* _DATA FOR THE TASK_:
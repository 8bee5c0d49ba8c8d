import type { Setup } from '../../engine/setup.ts';
import { filmName, skyWords } from '../words/names.ts';

/** What a chart depends on; the rest of a set-up (references, pins, region) belongs to a photo. */
export type ChartSetup = Pick<Setup, 'film' | 'water' | 'light' | 'camera' | 'incidenceDeg'>;

/** The sky that is assumed where nobody named a light; the engine assumes the same. */
const ASSUMED_DAYLIGHT_K = 6500;

export function chartSetup({ film, water, light, camera, incidenceDeg }: Setup): ChartSetup {
  return {
    film,
    ...(water ? { water } : {}),
    ...(light ? { light } : {}),
    ...(camera ? { camera } : {}),
    ...(incidenceDeg === undefined ? {} : { incidenceDeg }),
  };
}

export function lightWords(light: Setup['light']): string {
  if (light && 'illuminant' in light) return `CIE illuminant ${light.illuminant}`;
  const kelvin = light?.daylightK ?? ASSUMED_DAYLIGHT_K;
  return `daylight of ${kelvin} K (${skyWords(kelvin)})`;
}

export function observerWords(camera: Setup['camera']): string {
  return camera === undefined || camera === 'cie1931'
    ? 'seen by eye (CIE 1931 observer)'
    : 'seen by a typical phone camera';
}

/** The set-up in a few lines, as it must stand on everything that leaves the screen. */
export function setupLines(setup: ChartSetup): string[] {
  const { film, water, light, camera, incidenceDeg = 0 } = setup;
  const onWater = water ? `, on water of ${water.temperatureC} °C and salinity ${water.salinity}` : '';
  return [
    `${filmName(film)}${onWater}`,
    `Light: ${lightWords(light)}`,
    `${incidenceDeg}° from the vertical, ${observerWords(camera)}`,
  ];
}

/** "soap-film-0deg": for file names, in ASCII. */
export function fileStem({ film, incidenceDeg = 0 }: ChartSetup): string {
  const name = filmName(film)
    .replaceAll('₂', '2')
    .toLowerCase()
    .replace(/[^a-z0-9]+/g, '-')
    .replace(/^-|-$/g, '');
  return `${name}-${incidenceDeg}deg`;
}
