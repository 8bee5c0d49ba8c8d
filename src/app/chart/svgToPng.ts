/** Pixels a unit of the drawing: sharp on phones and in print. */
const SCALE = 2;

/**
 * Draws an SVG of our own as PNG.
 * @throws Error with a sentence where this browser does not draw it
 */
export async function svgToPng(svg: string): Promise<Blob> {
  const url = URL.createObjectURL(new Blob([svg], { type: 'image/svg+xml' }));
  try {
    const image = new Image();
    image.src = url;
    await image.decode();
    const canvas = document.createElement('canvas');
    canvas.width = SCALE * image.naturalWidth;
    canvas.height = SCALE * image.naturalHeight;
    canvas.getContext('2d')?.drawImage(image, 0, 0, canvas.width, canvas.height);
    const blob = await new Promise<Blob | null>((resolve) => canvas.toBlob(resolve, 'image/png'));
    if (blob) return blob;
  } catch {
    // The sentence below says what to do.
  } finally {
    URL.revokeObjectURL(url);
  }
  throw new Error('This browser could not draw the chart as PNG; take the SVG instead.');
}
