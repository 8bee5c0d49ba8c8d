import { useMemo } from 'preact/hooks';
import type { ChartView } from '../../engine/contract.ts';
import { chartEndNm } from './chartSvg.ts';
import { orderAt } from './likeColours.ts';
import { rulerColumn } from './rulerColumn.ts';
import { useRuler } from './useRuler.ts';

const KEY_STEPS_NM: Readonly<Record<string, number>> = {
  ArrowUp: -1,
  ArrowLeft: -1,
  ArrowDown: 1,
  ArrowRight: 1,
  PageUp: -50,
  PageDown: 50,
};

/** Below this width, pixels, the figures are set smaller. */
const NARROW = 270;

export interface RulerProps {
  readonly view: ChartView;
  readonly at: number;
  readonly onMove: (nm: number) => void;
}

/**
 * The ruler at one pixel a nanometre, running under a fixed line: scroll it, tap a colour, or use the keys. What lies
 * under the line is what is read, so a thumb never covers it.
 */
export function Ruler({ view, at, onMove }: RulerProps) {
  const endNm = chartEndNm(view);
  const { scroller, width, goTo, onScroll } = useRuler(at, endNm, onMove);
  const drawing = useMemo(
    () =>
      rulerColumn(view, {
        fromNm: 0,
        toNm: endNm,
        x: 0,
        y: 0,
        width,
        height: endNm,
        fontSize: width < NARROW ? 12 : 14,
      }).text,
    [view, endNm, width],
  );
  const onKeyDown = (event: KeyboardEvent) => {
    const step = KEY_STEPS_NM[event.key];
    const next = event.key === 'Home' ? 0 : event.key === 'End' ? endNm : step ? at + step : null;
    if (next === null) return;
    event.preventDefault();
    goTo(next);
  };
  return (
    <div class="chart-ruler">
      <p class="chart-heads" aria-hidden="true">
        <span>nm</span>
        <span />
        <span>order</span>
        <span title="Colour change a nanometre">ΔE/nm</span>
        <span title="A like colour of another order, at that thickness">like</span>
      </p>
      <div class="chart-window">
        <div
          ref={scroller}
          class="chart-scroll"
          role="slider"
          tabIndex={0}
          aria-label="Thickness on the colour ruler"
          aria-orientation="vertical"
          aria-valuemin={0}
          aria-valuemax={endNm}
          aria-valuenow={at}
          aria-valuetext={`${at} nanometres, order ${orderAt(at, view.orderBoundariesNm)}`}
          onScroll={onScroll}
          onKeyDown={onKeyDown}
        >
          <svg
            viewBox={`0 0 ${width} ${endNm}`}
            width={width}
            height={endNm}
            aria-hidden="true"
            onClick={(event) => goTo(event.clientY - event.currentTarget.getBoundingClientRect().top)}
            // Built by our own drawing, every text in it escaped.
            dangerouslySetInnerHTML={{ __html: drawing }}
          />
        </div>
        <i class="chart-line" aria-hidden="true" />
      </div>
    </div>
  );
}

* _WORK ORDER_:
Give back the listing exactly.

* _ANSWER BOX_:
repository 8bee5c0d49ba8c8d
import type { Setup } from '../../engine/setup.ts';
import { filmName, skyWords } from '../words/names.ts';

/** What a chart depends on; the rest of a set-up (references, pins, region) belongs to a photo. */
export type ChartSetup = Pick<Setup, 'film' | 'water' | 'light' | 'camera' | 'incidenceDeg'>;

/** The sky that is assumed where nobody named a light; the engine assumes the same. */
const ASSUMED_DAYLIGHT_K = 6500;

export function chartSetup({ film, water, light, camera, incidenceDeg }: Setup): ChartSetup {
  return {
    film,
    ...(water ? { water } : {}),
    ...(light ? { light } : {}),
    ...(camera ? { camera } : {}),
    ...(incidenceDeg === undefined ? {} : { incidenceDeg }),
  };
}

export function lightWords(light: Setup['light']): string {
  if (light && 'illuminant' in light) return `CIE illuminant ${light.illuminant}`;
  const kelvin = light?.daylightK ?? ASSUMED_DAYLIGHT_K;
  return `daylight of ${kelvin} K (${skyWords(kelvin)})`;
}

export function observerWords(camera: Setup['camera']): string {
  return camera === undefined || camera === 'cie1931'
    ? 'seen by eye (CIE 1931 observer)'
    : 'seen by a typical phone camera';
}

/** The set-up in a few lines, as it must stand on everything that leaves the screen. */
export function setupLines(setup: ChartSetup): string[] {
  const { film, water, light, camera, incidenceDeg = 0 } = setup;
  const onWater = water ? `, on water of ${water.temperatureC} °C and salinity ${water.salinity}` : '';
  return [
    `${filmName(film)}${onWater}`,
    `Light: ${lightWords(light)}`,
    `${incidenceDeg}° from the vertical, ${observerWords(camera)}`,
  ];
}

/** "soap-film-0deg": for file names, in ASCII. */
export function fileStem({ film, incidenceDeg = 0 }: ChartSetup): string {
  const name = filmName(film)
    .replaceAll('₂', '2')
    .toLowerCase()
    .replace(/[^a-z0-9]+/g, '-')
    .replace(/^-|-$/g, '');
  return `${name}-${incidenceDeg}deg`;
}
repository 8bee5c0d49ba8c8d
filename src/app/chart/svgToPng.ts
/** Pixels a unit of the drawing: sharp on phones and in print. */
const SCALE = 2;

/**
 * Draws an SVG of our own as PNG.
 * @throws Error with a sentence where this browser does not draw it
 */
export async function svgToPng(svg: string): Promise<Blob> {
  const url = URL.createObjectURL(new Blob([svg], { type: 'image/svg+xml' }));
  try {
    const image = new Image();
    image.src = url;
    await image.decode();
    const canvas = document.createElement('canvas');
    canvas.width = SCALE * image.naturalWidth;
    canvas.height = SCALE * image.naturalHeight;
    canvas.getContext('2d')?.drawImage(image, 0, 0, canvas.width, canvas.height);
    const blob = await new Promise<Blob | null>((resolve) => canvas.toBlob(resolve, 'image/png'));
    if (blob) return blob;
  } catch {
    // The sentence below says what to do.
  } finally {
    URL.revokeObjectURL(url);
  }
  throw new Error('This browser could not draw the chart as PNG; take the SVG instead.');
}
repository 8bee5c0d49ba8c8d
import { useMemo } from 'preact/hooks';
import type { ChartView } from '../../engine/contract.ts';
import { chartEndNm } from './chartSvg.ts';
import { orderAt } from './likeColours.ts';
import { rulerColumn } from './rulerColumn.ts';
import { useRuler } from './useRuler.ts';

const KEY_STEPS_NM: Readonly<Record<string, number>> = {
  ArrowUp: -1,
  ArrowLeft: -1,
  ArrowDown: 1,
  ArrowRight: 1,
  PageUp: -50,
  PageDown: 50,
};

/** Below this width, pixels, the figures are set smaller. */
const NARROW = 270;

export interface RulerProps {
  readonly view: ChartView;
  readonly at: number;
  readonly onMove: (nm: number) => void;
}

/**
 * The ruler at one pixel a nanometre, running under a fixed line: scroll it, tap a colour, or use the keys. What lies
 * under the line is what is read, so a thumb never covers it.
 */
export function Ruler({ view, at, onMove }: RulerProps) {
  const endNm = chartEndNm(view);
  const { scroller, width, goTo, onScroll } = useRuler(at, endNm, onMove);
  const drawing = useMemo(
    () =>
      rulerColumn(view, {
        fromNm: 0,
        toNm: endNm,
        x: 0,
        y: 0,
        width,
        height: endNm,
        fontSize: width < NARROW ? 12 : 14,
      }).text,
    [view, endNm, width],
  );
  const onKeyDown = (event: KeyboardEvent) => {
    const step = KEY_STEPS_NM[event.key];
    const next = event.key === 'Home' ? 0 : event.key === 'End' ? endNm : step ? at + step : null;
    if (next === null) return;
    event.preventDefault();
    goTo(next);
  };
  return (
    <div class="chart-ruler">
      <p class="chart-heads" aria-hidden="true">
        <span>nm</span>
        <span />
        <span>order</span>
        <span title="Colour change a nanometre">ΔE/nm</span>
        <span title="A like colour of another order, at that thickness">like</span>
      </p>
      <div class="chart-window">
        <div
          ref={scroller}
          class="chart-scroll"
          role="slider"
          tabIndex={0}
          aria-label="Thickness on the colour ruler"
          aria-orientation="vertical"
          aria-valuemin={0}
          aria-valuemax={endNm}
          aria-valuenow={at}
          aria-valuetext={`${at} nanometres, order ${orderAt(at, view.orderBoundariesNm)}`}
          onScroll={onScroll}
          onKeyDown={onKeyDown}
        >
          <svg
            viewBox={`0 0 ${width} ${endNm}`}
            width={width}
            height={endNm}
            aria-hidden="true"
            onClick={(event) => goTo(event.clientY - event.currentTarget.getBoundingClientRect().top)}
            // Built by our own drawing, every text in it escaped.
            dangerouslySetInnerHTML={{ __html: drawing }}
          />
        </div>
        <i class="chart-line" aria-hidden="true" />
      </div>
    </div>
  );
}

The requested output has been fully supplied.